First install Napari in a Python 3.9 Conda environment following the instructions provided
in the official [documentation](https://napari.org/stable/tutorials/fundamentals/installation.html).

You can install `napari_svetlana` via [pip], or directly from the Napari plugin manager (see Napari documentation):
```bash
pip install napari_svetlana
```
WARNING:

If you have a Cuda compatible GPU on your computer, some computations may be fastened
using Cupy. Unfortunately, Cupy needs Cudatoolkit to be installed.

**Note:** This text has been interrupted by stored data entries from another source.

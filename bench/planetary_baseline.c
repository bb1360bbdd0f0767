/* Hand-written C baselines of the democratic-heliocentric Wisdom–Holman map, compiled by
 * bench/planetary.py at bench time with the flags of setup.py, so that libration's compiled
 * map is compared with plain C on the same machine in the same run.
 *
 * Both do exactly what libration's map does per step: one kick by the planet-planet
 * accelerations (the closing half-kick merged with the next opening one), a half "jump"
 * Q += (h/2) sum(m V) / m0, the Kepler drift of every planet about G m0, another half jump.
 *
 *   lb_baseline_plain     each body's Kepler equation solved on its own (Newton to
 *                         convergence on the universal anomaly, Stumpff series), body by body;
 *   lb_baseline_lockstep  all bodies' iterations interleaved (a fixed Halley iteration over
 *                         all bodies, repeated), the "tuned" variant of issue 3.
 */
#include <math.h>
#include <stddef.h>

static void stumpff23(double x, double *c2, double *c3)
{
    int n = 0;
    while (fabs(x) > 0.1) { x *= 0.25; n++; }
    double a2 = 1.0/2 - x*(1.0/24 - x*(1.0/720 - x*(1.0/40320 - x*(1.0/3628800 - x*(1.0/479001600)))));
    double a3 = 1.0/6 - x*(1.0/120 - x*(1.0/5040 - x*(1.0/362880 - x*(1.0/39916800 - x*(1.0/6227020800.0)))));
    double a1 = 1.0 - x * a3, a0 = 1.0 - x * a2;
    while (n-- > 0) {
        a3 = 0.25 * (a2 + a0 * a3);
        a2 = 0.5 * a1 * a1;
        a1 = a0 * a1;
        a0 = 2.0 * a0 * a0 - 1.0;
    }
    *c2 = a2;
    *c3 = a3;
}

static void kick(int n, const double *m, double G, const double *Q, double *V, double dt)
{
    double a[3 * 64] = {0};
    for (int i = 1; i < n; i++)
        for (int j = i + 1; j < n; j++) {
            double dx = Q[3*j] - Q[3*i], dy = Q[3*j+1] - Q[3*i+1], dz = Q[3*j+2] - Q[3*i+2];
            double r2 = dx*dx + dy*dy + dz*dz, inv3 = G / (r2 * sqrt(r2));
            a[3*i] += m[j]*inv3*dx; a[3*i+1] += m[j]*inv3*dy; a[3*i+2] += m[j]*inv3*dz;
            a[3*j] -= m[i]*inv3*dx; a[3*j+1] -= m[i]*inv3*dy; a[3*j+2] -= m[i]*inv3*dz;
        }
    for (int k = 3; k < 3 * n; k++) V[k] += dt * a[k];
}

static void jump(int n, const double *m, double *Q, const double *V, double dt)
{
    double px = 0, py = 0, pz = 0;
    for (int i = 1; i < n; i++) { px += m[i]*V[3*i]; py += m[i]*V[3*i+1]; pz += m[i]*V[3*i+2]; }
    double s = dt / m[0];
    for (int i = 1; i < n; i++) { Q[3*i] += s*px; Q[3*i+1] += s*py; Q[3*i+2] += s*pz; }
}

static void fg_update(double gm, double *r, double *v, double r0, double dt, double s, double beta,
                      double eta, double zeta)
{
    double c2, c3;
    stumpff23(beta * s * s, &c2, &c3);
    double g1 = s * (1.0 - beta * s * s * c3), g2 = s * s * c2, g3 = s * s * s * c3;
    double rr = r0 + eta * g1 + zeta * g2;
    double fm1 = -gm * g2 / r0, g = dt - gm * g3, fd = -gm * g1 / (r0 * rr), gdm1 = -gm * g2 / rr;
    for (int k = 0; k < 3; k++) {
        double x = r[k], u = v[k];
        r[k] = x + (fm1 * x + g * u);
        v[k] = u + (fd * x + gdm1 * u);
    }
}

static void kepler_plain(double gm, double *r, double *v, double dt)
{
    double r0 = sqrt(r[0]*r[0] + r[1]*r[1] + r[2]*r[2]);
    double v2 = v[0]*v[0] + v[1]*v[1] + v[2]*v[2];
    double eta = r[0]*v[0] + r[1]*v[1] + r[2]*v[2];
    double beta = 2.0 * gm / r0 - v2, zeta = gm - beta * r0;
    double s = dt / r0;
    for (int it = 0; it < 50; it++) {
        double c2, c3;
        stumpff23(beta * s * s, &c2, &c3);
        double g1 = s * (1.0 - beta * s * s * c3), g2 = s * s * c2, g3 = s * s * s * c3;
        double f = r0 * s + eta * g2 + zeta * g3 - dt, fp = r0 + eta * g1 + zeta * g2;
        double ds = -f / fp;
        s += ds;
        if (fabs(ds) <= 1e-15 * fabs(s)) break;
    }
    fg_update(gm, r, v, r0, dt, s, beta, eta, zeta);
}

void lb_baseline_plain(int n, const double *m, double G, double *Q, double *V, double h, long steps)
{
    double gm = G * m[0];
    for (long k = 0; k < steps; k++) {
        kick(n, m, G, Q, V, k == 0 ? 0.5 * h : h);
        jump(n, m, Q, V, 0.5 * h);
        for (int i = 1; i < n; i++) kepler_plain(gm, Q + 3*i, V + 3*i, h);
        jump(n, m, Q, V, 0.5 * h);
    }
}

void lb_baseline_lockstep(int n, const double *m, double G, double *Q, double *V, double h,
                          long steps)
{
    double gm = G * m[0];
    double r0[64], eta[64], beta[64], zeta[64], s[64];
    for (long k = 0; k < steps; k++) {
        kick(n, m, G, Q, V, k == 0 ? 0.5 * h : h);
        jump(n, m, Q, V, 0.5 * h);
        for (int i = 1; i < n; i++) {
            double *r = Q + 3*i, *v = V + 3*i;
            r0[i] = sqrt(r[0]*r[0] + r[1]*r[1] + r[2]*r[2]);
            eta[i] = r[0]*v[0] + r[1]*v[1] + r[2]*v[2];
            beta[i] = 2.0 * gm / r0[i] - (v[0]*v[0] + v[1]*v[1] + v[2]*v[2]);
            zeta[i] = gm - beta[i] * r0[i];
            double u = h / r0[i];
            s[i] = u * (1.0 - 0.5 * eta[i] * u / r0[i]);
        }
        for (int it = 0; it < 3; it++)          /* Halley, three times, all bodies together */
            for (int i = 1; i < n; i++) {
                double c2, c3, x = s[i];
                stumpff23(beta[i] * x * x, &c2, &c3);
                double g1 = x * (1.0 - beta[i] * x * x * c3), g2 = x * x * c2, g3 = x * x * x * c3;
                double f = r0[i] * x + eta[i] * g2 + zeta[i] * g3 - h;
                double fp = r0[i] + eta[i] * g1 + zeta[i] * g2;
                double fpp = eta[i] * (1.0 - beta[i] * g2) + zeta[i] * g1;
                s[i] = x - 2.0 * f * fp / (2.0 * fp * fp - f * fpp);
            }
        for (int i = 1; i < n; i++)
            fg_update(gm, Q + 3*i, V + 3*i, r0[i], h, s[i], beta[i], eta[i], zeta[i]);
        jump(n, m, Q, V, 0.5 * h);
    }
}
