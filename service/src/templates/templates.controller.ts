import { Body, Controller, Get, Param, ParseIntPipe, Post, Put, Query } from '@nestjs/common';
import { ApiBearerAuth, ApiTags } from '@nestjs/swagger';
import { CurrentUser } from '../common/request-user.js';
import { AnyMember, ManuscriptRoles } from '../manuscripts/manuscript-roles.js';
import { User } from '../users/user.entity.js';
import { DiffQueryDto, ForkTemplateDto, PinDto, SaveVersionDto } from './dto/template.dto.js';
import { parseRef, TemplatesService } from './templates.service.js';

/**
 * Versioned templates as one manuscript sees them: the built-ins, the lab library and its own
 * forks. Every member reads; owners and editors fork, save versions and pin.
 */
@ApiTags('templates')
@ApiBearerAuth()
@Controller('manuscripts/:manuscriptId')
export class TemplatesController {
  constructor(private readonly templates: TemplatesService) {}

  @AnyMember()
  @Get('templates')
  list(@Param('manuscriptId') manuscriptId: string) {
    return this.templates.list(manuscriptId);
  }

  /** Line diff between any two versions (?from=<id>@<n>&to=<id>@<n>). */
  @AnyMember()
  @Get('templates/diff')
  diff(@Param('manuscriptId') manuscriptId: string, @Query() q: DiffQueryDto) {
    return this.templates.diff(manuscriptId, parseRef(q.from), parseRef(q.to));
  }

  @AnyMember()
  @Get('templates/:templateId')
  get(@Param('manuscriptId') manuscriptId: string, @Param('templateId') templateId: string) {
    return this.templates.get(manuscriptId, templateId);
  }

  @AnyMember()
  @Get('templates/:templateId/versions/:n')
  version(
    @Param('manuscriptId') manuscriptId: string,
    @Param('templateId') templateId: string,
    @Param('n', ParseIntPipe) n: number,
  ) {
    return this.templates.version(manuscriptId, { templateId, n });
  }

  /** Fork a version into this manuscript or the lab library. */
  @ManuscriptRoles('owner', 'editor')
  @Post('templates')
  fork(
    @Param('manuscriptId') manuscriptId: string,
    @CurrentUser() user: User,
    @Body() body: ForkTemplateDto,
  ) {
    return this.templates.fork(manuscriptId, user, body);
  }

  /** Save a new immutable version. */
  @ManuscriptRoles('owner', 'editor')
  @Post('templates/:templateId/versions')
  save(
    @Param('manuscriptId') manuscriptId: string,
    @Param('templateId') templateId: string,
    @CurrentUser() user: User,
    @Body() body: SaveVersionDto,
  ) {
    return this.templates.save(manuscriptId, user, templateId, body);
  }

  @AnyMember()
  @Get('template-pins')
  pins(@Param('manuscriptId') manuscriptId: string) {
    return this.templates.pinsFor(manuscriptId);
  }

  @ManuscriptRoles('owner', 'editor')
  @Put('template-pins/:key')
  pin(
    @Param('manuscriptId') manuscriptId: string,
    @Param('key') key: string,
    @CurrentUser() user: User,
    @Body() body: PinDto,
  ) {
    return this.templates.pin(manuscriptId, user, key, parseRef(body.version));
  }
}
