/** The built-in templates from templates/ seen as version lines with one version each. */
import { createHash } from 'node:crypto';
import { listFigureTemplates } from '../figures/templates.js';
import type { FigureManifest } from '../figures/types.js';
import { listTableTemplates, type TableManifest } from '../tables/render.js';
import type { TemplateKind } from './template.entities.js';

export const BUILTIN_PREFIX = 'builtin:';

export interface BuiltinTemplate {
  id: string;
  kind: TemplateKind;
  key: string;
  name: string;
  n: number;
  body: string;
  sha256: string;
  figure?: FigureManifest;
  table?: TableManifest;
}

export function sha256Text(s: string): string {
  return createHash('sha256').update(s, 'utf8').digest('hex');
}

let cache: BuiltinTemplate[] | null = null;

/** Read once per process: the templates folder ships with the build and does not change. */
export function builtinTemplates(): BuiltinTemplate[] {
  if (cache) return cache;
  const figures = listFigureTemplates().map<BuiltinTemplate>((t) => ({
    id: BUILTIN_PREFIX + t.manifest.id,
    kind: 'figure',
    key: t.manifest.id,
    name: t.manifest.title,
    n: t.manifest.version,
    body: t.specText,
    sha256: sha256Text(t.specText),
    figure: t.manifest,
  }));
  const tables = listTableTemplates().map<BuiltinTemplate>((t) => ({
    id: BUILTIN_PREFIX + t.manifest.id,
    kind: 'table',
    key: t.manifest.id,
    name: t.manifest.title,
    n: t.manifest.version,
    body: t.source,
    sha256: sha256Text(t.source),
    table: t.manifest,
  }));
  cache = [...figures, ...tables];
  return cache;
}

export function builtinByKey(key: string): BuiltinTemplate | undefined {
  return builtinTemplates().find((b) => b.key === key);
}
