import { Column, CreateDateColumn, Entity, JoinColumn, ManyToOne, PrimaryColumn } from 'typeorm';
import type { MembershipRole } from '@foldfolio/shared';
import { User } from '../users/user.entity.js';

@Entity('memberships')
export class Membership {
  @PrimaryColumn({ type: 'char', length: 36 })
  id: string;

  @Column({ name: 'manuscript_id', type: 'char', length: 36 })
  manuscriptId: string;

  @Column({ name: 'user_id', type: 'char', length: 36 })
  userId: string;

  @ManyToOne(() => User, { onDelete: 'CASCADE' })
  @JoinColumn({ name: 'user_id' })
  user?: User;

  @Column({ type: 'varchar', length: 16 })
  role: MembershipRole;

  @CreateDateColumn({ name: 'created_at', type: 'datetime', precision: 3 })
  createdAt: Date;
}
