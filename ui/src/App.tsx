import { QueryClient, QueryClientProvider } from '@tanstack/react-query';
import { createBrowserRouter, Navigate } from 'react-router';
import { RouterProvider } from 'react-router/dom';
import { ApiError } from './api/client';
import { AppShell } from './components/AppShell';
import { RequireAdmin, RequireSignedIn } from './components/Guards';
import { AuthProvider } from './hooks/useAuth';
import { AcceptInvitationPage } from './routes/AcceptInvitation';
import { DeskPage } from './routes/Desk';
import { NotFoundPage } from './routes/NotFound';
import { RegisterPage } from './routes/Register';
import { ResetConfirmPage, ResetRequestPage } from './routes/ResetPassword';
import { SignInPage } from './routes/SignIn';
import { AdminLayout } from './routes/admin/AdminLayout';
import { OutboxPage } from './routes/admin/OutboxPage';
import { UsersPage } from './routes/admin/UsersPage';
import { WorkspacePage } from './routes/manuscript/Workspace';
import { ReviewerPage } from './routes/ReviewerPage';
import { VerifyPage } from './routes/VerifyPage';

const queryClient = new QueryClient({
  defaultOptions: {
    queries: {
      // a 4xx answer (no access, not found) will not change by asking again
      retry: (count, err) =>
        !(err instanceof ApiError && err.status >= 400 && err.status < 500) && count < 2,
      staleTime: 15_000,
      refetchOnWindowFocus: true,
    },
  },
});

const router = createBrowserRouter([
  { path: '/sign-in', element: <SignInPage /> },
  { path: '/register', element: <RegisterPage /> },
  { path: '/reset-password', element: <ResetRequestPage /> },
  { path: '/reset-password/:token', element: <ResetConfirmPage /> },
  { path: '/invitations/:token', element: <AcceptInvitationPage /> },
  // reviewers follow a link without an account
  { path: '/review/:token', element: <ReviewerPage /> },
  {
    element: (
      <RequireSignedIn>
        <AppShell />
      </RequireSignedIn>
    ),
    children: [
      { path: '/', element: <Navigate to="/desk" replace /> },
      { path: '/desk', element: <DeskPage /> },
      { path: '/manuscripts/:id', element: <WorkspacePage /> },
      { path: '/manuscripts/:id/:tab', element: <WorkspacePage /> },
      { path: '/verify', element: <VerifyPage /> },
      {
        path: '/admin',
        element: (
          <RequireAdmin>
            <AdminLayout />
          </RequireAdmin>
        ),
        children: [
          { index: true, element: <Navigate to="/admin/users" replace /> },
          { path: 'users', element: <UsersPage /> },
          { path: 'outbox', element: <OutboxPage /> },
          { path: 'outbox/:messageId', element: <OutboxPage /> },
        ],
      },
      { path: '*', element: <NotFoundPage /> },
    ],
  },
]);

export function App() {
  return (
    <QueryClientProvider client={queryClient}>
      <AuthProvider>
        <RouterProvider router={router} />
      </AuthProvider>
    </QueryClientProvider>
  );
}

This library can only be installed via 
Conda while the plugin is a pip plugin, so it must be installed manually for the moment:
```bash
conda install cudatoolkit=10.2 
```

## Tutorial

To learn more about the features of
Svetlana and how to use it, please check our [Youtube tutorial](https://youtube.com) and
our [documentation](https://svetlana-documentation.readthedocs.io/en/latest/).
A folder in this repository called "[Demo images](https://bitbucket.org/koopa31/napari_svetlana/src/main/Demo%20images/)", contains two demo images, similar to the ones
of the Youtube tutorial. Feel free to use them to test all the features of Sevtlana.

## The data augmentation 

It is possible to perform all the complex data augmentations proposed in the Albumentations
library. To do so, please refer to the [documentation](https://albumentations.ai/docs/getting_started/transforms_and_targets/),
and add all the needed parameters to the JSON configuration file.

**Example:**

Gaussian blurring in documentation :

```python
GaussianBlur(blur_limit=(3, 7), sigma_limit=0, always_apply=False, p=0.5)
```

Equivalent in JSON configuration file:
```json
"GaussianBlur": {
      "apply": "False",
      "blur_limit": "(3, 7)",
      "sigma_limit": "0", 
      "p": "0.5"
  }
```

where _apply_ means you want this data augmentation to be applied or not.

## Contributing

Contributions are very welcome.

## License

Distributed under the terms of the [BSD-3] license,
"napari_svetlana" is free and open source software

## Acknowledgements

The method was developped by [Clément Cazorla](https://koopa31.github.io/), [Renaud Morin](https://www.linkedin.com/in/renaud-morin-6a42665b/?originalSubdomain=fr) and [Pierre Weiss](https://www.math.univ-toulouse.fr/~weiss/). And the plugin was written by
Clément Cazorla. The project is co-funded by [Imactiv-3D](https://www.imactiv-3d.com/) and [CNRS](https://www.cnrs.fr/fr).

## Issues

If you encounter any problems, please [file an issue] along with a detailed description.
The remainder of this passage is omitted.